Segment Start: EXERCISE DATA

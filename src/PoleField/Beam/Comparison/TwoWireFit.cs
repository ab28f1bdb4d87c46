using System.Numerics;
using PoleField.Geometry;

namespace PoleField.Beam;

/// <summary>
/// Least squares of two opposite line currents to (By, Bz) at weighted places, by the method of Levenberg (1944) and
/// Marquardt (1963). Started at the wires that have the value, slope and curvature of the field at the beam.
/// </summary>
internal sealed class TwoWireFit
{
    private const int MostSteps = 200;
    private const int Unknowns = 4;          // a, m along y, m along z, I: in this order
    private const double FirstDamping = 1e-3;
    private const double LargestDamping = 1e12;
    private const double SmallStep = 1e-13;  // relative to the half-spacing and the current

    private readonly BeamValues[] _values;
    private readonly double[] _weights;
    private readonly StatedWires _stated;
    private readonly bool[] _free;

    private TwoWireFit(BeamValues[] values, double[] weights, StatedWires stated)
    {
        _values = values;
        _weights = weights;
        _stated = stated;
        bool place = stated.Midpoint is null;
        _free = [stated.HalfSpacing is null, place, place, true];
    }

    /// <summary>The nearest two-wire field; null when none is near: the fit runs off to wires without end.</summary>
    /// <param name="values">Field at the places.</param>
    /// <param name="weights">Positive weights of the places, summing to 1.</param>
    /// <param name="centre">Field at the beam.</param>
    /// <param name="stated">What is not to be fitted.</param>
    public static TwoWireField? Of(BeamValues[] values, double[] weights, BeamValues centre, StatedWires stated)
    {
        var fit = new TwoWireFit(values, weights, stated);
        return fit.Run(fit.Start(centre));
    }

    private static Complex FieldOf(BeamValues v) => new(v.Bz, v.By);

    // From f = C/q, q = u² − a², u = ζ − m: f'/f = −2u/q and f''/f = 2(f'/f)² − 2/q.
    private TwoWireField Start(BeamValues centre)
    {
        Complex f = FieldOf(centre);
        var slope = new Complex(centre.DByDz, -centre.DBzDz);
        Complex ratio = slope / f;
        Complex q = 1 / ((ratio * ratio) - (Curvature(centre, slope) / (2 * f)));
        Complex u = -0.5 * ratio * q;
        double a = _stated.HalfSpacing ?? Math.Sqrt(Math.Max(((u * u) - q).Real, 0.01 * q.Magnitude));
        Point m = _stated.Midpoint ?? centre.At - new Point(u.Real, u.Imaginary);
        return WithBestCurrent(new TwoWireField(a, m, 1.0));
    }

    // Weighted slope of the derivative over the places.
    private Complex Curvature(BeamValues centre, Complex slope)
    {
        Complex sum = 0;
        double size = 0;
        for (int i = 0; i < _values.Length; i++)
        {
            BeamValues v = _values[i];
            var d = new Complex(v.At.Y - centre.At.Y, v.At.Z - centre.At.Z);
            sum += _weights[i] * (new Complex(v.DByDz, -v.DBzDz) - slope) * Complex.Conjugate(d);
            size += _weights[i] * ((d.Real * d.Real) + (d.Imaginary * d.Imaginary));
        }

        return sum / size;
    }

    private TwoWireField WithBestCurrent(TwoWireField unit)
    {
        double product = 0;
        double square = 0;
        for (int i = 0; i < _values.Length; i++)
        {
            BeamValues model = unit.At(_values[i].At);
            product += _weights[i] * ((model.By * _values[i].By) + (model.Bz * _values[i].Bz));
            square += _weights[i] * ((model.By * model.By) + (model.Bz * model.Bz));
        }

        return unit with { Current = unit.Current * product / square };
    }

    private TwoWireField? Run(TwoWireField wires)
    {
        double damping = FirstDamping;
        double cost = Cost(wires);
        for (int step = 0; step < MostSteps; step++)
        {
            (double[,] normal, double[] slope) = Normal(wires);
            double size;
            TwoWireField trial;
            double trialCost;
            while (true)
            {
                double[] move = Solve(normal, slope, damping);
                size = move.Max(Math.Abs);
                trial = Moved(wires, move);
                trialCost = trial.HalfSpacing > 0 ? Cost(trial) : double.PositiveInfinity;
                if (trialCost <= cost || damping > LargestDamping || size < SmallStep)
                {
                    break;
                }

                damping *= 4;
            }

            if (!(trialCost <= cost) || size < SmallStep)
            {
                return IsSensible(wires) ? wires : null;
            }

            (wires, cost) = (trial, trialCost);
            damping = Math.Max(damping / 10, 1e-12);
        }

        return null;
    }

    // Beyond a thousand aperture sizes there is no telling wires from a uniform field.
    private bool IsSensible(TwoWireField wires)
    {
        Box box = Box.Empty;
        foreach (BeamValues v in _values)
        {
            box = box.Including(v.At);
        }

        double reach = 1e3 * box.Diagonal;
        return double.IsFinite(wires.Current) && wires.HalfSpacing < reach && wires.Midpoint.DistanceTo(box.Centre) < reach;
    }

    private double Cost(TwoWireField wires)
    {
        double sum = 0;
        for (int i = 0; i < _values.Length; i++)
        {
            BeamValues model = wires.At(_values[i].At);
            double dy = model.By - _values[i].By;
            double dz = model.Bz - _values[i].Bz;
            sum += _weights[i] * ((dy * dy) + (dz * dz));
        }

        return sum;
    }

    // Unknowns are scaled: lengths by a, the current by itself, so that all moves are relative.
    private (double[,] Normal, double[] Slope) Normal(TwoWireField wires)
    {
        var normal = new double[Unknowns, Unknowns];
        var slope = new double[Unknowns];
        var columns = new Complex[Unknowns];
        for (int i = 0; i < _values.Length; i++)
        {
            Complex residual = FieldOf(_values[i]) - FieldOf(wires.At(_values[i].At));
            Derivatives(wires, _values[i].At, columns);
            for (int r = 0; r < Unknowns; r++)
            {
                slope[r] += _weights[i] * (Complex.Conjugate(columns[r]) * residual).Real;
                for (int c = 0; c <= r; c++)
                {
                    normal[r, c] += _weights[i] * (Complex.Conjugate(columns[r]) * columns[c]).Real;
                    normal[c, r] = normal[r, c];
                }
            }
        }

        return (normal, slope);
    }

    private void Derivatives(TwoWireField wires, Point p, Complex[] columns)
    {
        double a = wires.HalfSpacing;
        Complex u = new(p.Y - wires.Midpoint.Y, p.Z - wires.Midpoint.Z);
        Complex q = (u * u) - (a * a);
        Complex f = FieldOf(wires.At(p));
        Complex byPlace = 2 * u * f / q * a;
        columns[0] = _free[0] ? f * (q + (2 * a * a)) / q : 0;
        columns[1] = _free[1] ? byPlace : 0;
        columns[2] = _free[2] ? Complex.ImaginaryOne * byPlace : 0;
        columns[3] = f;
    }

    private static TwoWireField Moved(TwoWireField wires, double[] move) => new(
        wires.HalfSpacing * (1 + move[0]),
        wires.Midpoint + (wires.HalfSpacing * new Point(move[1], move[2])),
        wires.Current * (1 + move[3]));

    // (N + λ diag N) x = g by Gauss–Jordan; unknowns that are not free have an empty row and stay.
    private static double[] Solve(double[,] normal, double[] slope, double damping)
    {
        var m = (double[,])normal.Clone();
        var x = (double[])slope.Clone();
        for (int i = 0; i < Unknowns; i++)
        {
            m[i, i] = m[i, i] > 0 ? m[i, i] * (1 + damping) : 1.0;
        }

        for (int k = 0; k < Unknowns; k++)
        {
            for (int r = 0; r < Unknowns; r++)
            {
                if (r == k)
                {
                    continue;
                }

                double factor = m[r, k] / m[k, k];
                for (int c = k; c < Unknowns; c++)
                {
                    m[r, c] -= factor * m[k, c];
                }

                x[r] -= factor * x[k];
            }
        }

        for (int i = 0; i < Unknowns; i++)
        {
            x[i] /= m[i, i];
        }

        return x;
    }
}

Segment End: EXERCISE DATA

Write out the entire listing so that each line matches the original exactly.

RESULT OF THE TASK ->
filename src/PoleField/Beam/Comparison/TwoWireFit.cs
repository ab28f1bdb4d87c46
using System.Numerics;
using PoleField.Geometry;

namespace PoleField.Beam;

/// <summary>
/// Least squares of two opposite line currents to (By, Bz) at weighted places, by the method of Levenberg (1944) and
/// Marquardt (1963). Started at the wires that have the value, slope and curvature of the field at the beam.
/// </summary>
internal sealed class TwoWireFit
{
    private const int MostSteps = 200;
    private const int Unknowns = 4;          // a, m along y, m along z, I: in this order
    private const double FirstDamping = 1e-3;
    private const double LargestDamping = 1e12;
    private const double SmallStep = 1e-13;  // relative to the half-spacing and the current

    private readonly BeamValues[] _values;
    private readonly double[] _weights;
    private readonly StatedWires _stated;
    private readonly bool[] _free;

    private TwoWireFit(BeamValues[] values, double[] weights, StatedWires stated)
    {
        _values = values;
        _weights = weights;
        _stated = stated;
        bool place = stated.Midpoint is null;
        _free = [stated.HalfSpacing is null, place, place, true];
    }

    /// <summary>The nearest two-wire field; null when none is near: the fit runs off to wires without end.</summary>
    /// <param name="values">Field at the places.</param>
    /// <param name="weights">Positive weights of the places, summing to 1.</param>
    /// <param name="centre">Field at the beam.</param>
    /// <param name="stated">What is not to be fitted.</param>
    public static TwoWireField? Of(BeamValues[] values, double[] weights, BeamValues centre, StatedWires stated)
    {
        var fit = new TwoWireFit(values, weights, stated);
        return fit.Run(fit.Start(centre));
    }

    private static Complex FieldOf(BeamValues v) => new(v.Bz, v.By);

    // From f = C/q, q = u² − a², u = ζ − m: f'/f = −2u/q and f''/f = 2(f'/f)² − 2/q.
    private TwoWireField Start(BeamValues centre)
    {
        Complex f = FieldOf(centre);
        var slope = new Complex(centre.DByDz, -centre.DBzDz);
        Complex ratio = slope / f;
        Complex q = 1 / ((ratio * ratio) - (Curvature(centre, slope) / (2 * f)));
        Complex u = -0.5 * ratio * q;
        double a = _stated.HalfSpacing ?? Math.Sqrt(Math.Max(((u * u) - q).Real, 0.01 * q.Magnitude));
        Point m = _stated.Midpoint ?? centre.At - new Point(u.Real, u.Imaginary);
        return WithBestCurrent(new TwoWireField(a, m, 1.0));
    }

    // Weighted slope of the derivative over the places.
    private Complex Curvature(BeamValues centre, Complex slope)
    {
        Complex sum = 0;
        double size = 0;
        for (int i = 0; i < _values.Length; i++)
        {
            BeamValues v = _values[i];
            var d = new Complex(v.At.Y - centre.At.Y, v.At.Z - centre.At.Z);
            sum += _weights[i] * (new Complex(v.DByDz, -v.DBzDz) - slope) * Complex.Conjugate(d);
            size += _weights[i] * ((d.Real * d.Real) + (d.Imaginary * d.Imaginary));
        }

        return sum / size;
    }

    private TwoWireField WithBestCurrent(TwoWireField unit)
    {
        double product = 0;
        double square = 0;
        for (int i = 0; i < _values.Length; i++)
        {
            BeamValues model = unit.At(_values[i].At);
            product += _weights[i] * ((model.By * _values[i].By) + (model.Bz * _values[i].Bz));
            square += _weights[i] * ((model.By * model.By) + (model.Bz * model.Bz));
        }

        return unit with { Current = unit.Current * product / square };
    }

    private TwoWireField? Run(TwoWireField wires)
    {
        double damping = FirstDamping;
        double cost = Cost(wires);
        for (int step = 0; step < MostSteps; step++)
        {
            (double[,] normal, double[] slope) = Normal(wires);
            double size;
            TwoWireField trial;
            double trialCost;
            while (true)
            {
                double[] move = Solve(normal, slope, damping);
                size = move.Max(Math.Abs);
                trial = Moved(wires, move);
                trialCost = trial.HalfSpacing > 0 ? Cost(trial) : double.PositiveInfinity;
                if (trialCost <= cost || damping > LargestDamping || size < SmallStep)
                {
                    break;
                }

                damping *= 4;
            }

            if (!(trialCost <= cost) || size < SmallStep)
            {
                return IsSensible(wires) ? wires : null;
            }

            (wires, cost) = (trial, trialCost);
            damping = Math.Max(damping / 10, 1e-12);
        }

        return null;
    }

    // Beyond a thousand aperture sizes there is no telling wires from a uniform field.
    private bool IsSensible(TwoWireField wires)
    {
        Box box = Box.Empty;
        foreach (BeamValues v in _values)
        {
            box = box.Including(v.At);
        }

        double reach = 1e3 * box.Diagonal;
        return double.IsFinite(wires.Current) && wires.HalfSpacing < reach && wires.Midpoint.DistanceTo(box.Centre) < reach;
    }

    private double Cost(TwoWireField wires)
    {
        double sum = 0;
        for (int i = 0; i < _values.Length; i++)
        {
            BeamValues model = wires.At(_values[i].At);
            double dy = model.By - _values[i].By;
            double dz = model.Bz - _values[i].Bz;
            sum += _weights[i] * ((dy * dy) + (dz * dz));
        }

        return sum;
    }

    // Unknowns are scaled: lengths by a, the current by itself, so that all moves are relative.
    private (double[,] Normal, double[] Slope) Normal(TwoWireField wires)
    {
        var normal = new double[Unknowns, Unknowns];
        var slope = new double[Unknowns];
        var columns = new Complex[Unknowns];
        for (int i = 0; i < _values.Length; i++)
        {
            Complex residual = FieldOf(_values[i]) - FieldOf(wires.At(_values[i].At));
            Derivatives(wires, _values[i].At, columns);
            for (int r = 0; r < Unknowns; r++)
            {
                slope[r] += _weights[i] * (Complex.Conjugate(columns[r]) * residual).Real;
                for (int c = 0; c <= r; c++)
                {
                    normal[r, c] += _weights[i] * (Complex.Conjugate(columns[r]) * columns[c]).Real;
                    normal[c, r] = normal[r, c];
                }
            }
        }

        return (normal, slope);
    }

    private void Derivatives(TwoWireField wires, Point p, Complex[] columns)
    {
        double a = wires.HalfSpacing;
        Complex u = new(p.Y - wires.Midpoint.Y, p.Z - wires.Midpoint.Z);
        Complex q = (u * u) - (a * a);
        Complex f = FieldOf(wires.At(p));
        Complex byPlace = 2 * u * f / q * a;
        columns[0] = _free[0] ? f * (q + (2 * a * a)) / q : 0;
        columns[1] = _free[1] ? byPlace : 0;
        columns[2] = _free[2] ? Complex.ImaginaryOne * byPlace : 0;
        columns[3] = f;
    }

    private static TwoWireField Moved(TwoWireField wires, double[] move) => new(
        wires.HalfSpacing * (1 + move[0]),
        wires.Midpoint + (wires.HalfSpacing * new Point(move[1], move[2])),
        wires.Current * (1 + move[3]));

    // (N + λ diag N) x = g by Gauss–Jordan; unknowns that are not free have an empty row and stay.
    private static double[] Solve(double[,] normal, double[] slope, double damping)
    {
        var m = (double[,])normal.Clone();
        var x = (double[])slope.Clone();
        for (int i = 0; i < Unknowns; i++)
        {
            m[i, i] = m[i, i] > 0 ? m[i, i] * (1 + damping) : 1.0;
        }

        for (int k = 0; k < Unknowns; k++)
        {
            for (int r = 0; r < Unknowns; r++)
            {
                if (r == k)
                {
                    continue;
                }

                double factor = m[r, k] / m[k, k];
                for (int c = k; c < Unknowns; c++)
                {
                    m[r, c] -= factor * m[k, c];
                }

                x[r] -= factor * x[k];
            }
        }

        for (int i = 0; i < Unknowns; i++)
        {
            x[i] /= m[i, i];
        }

        return x;
    }
}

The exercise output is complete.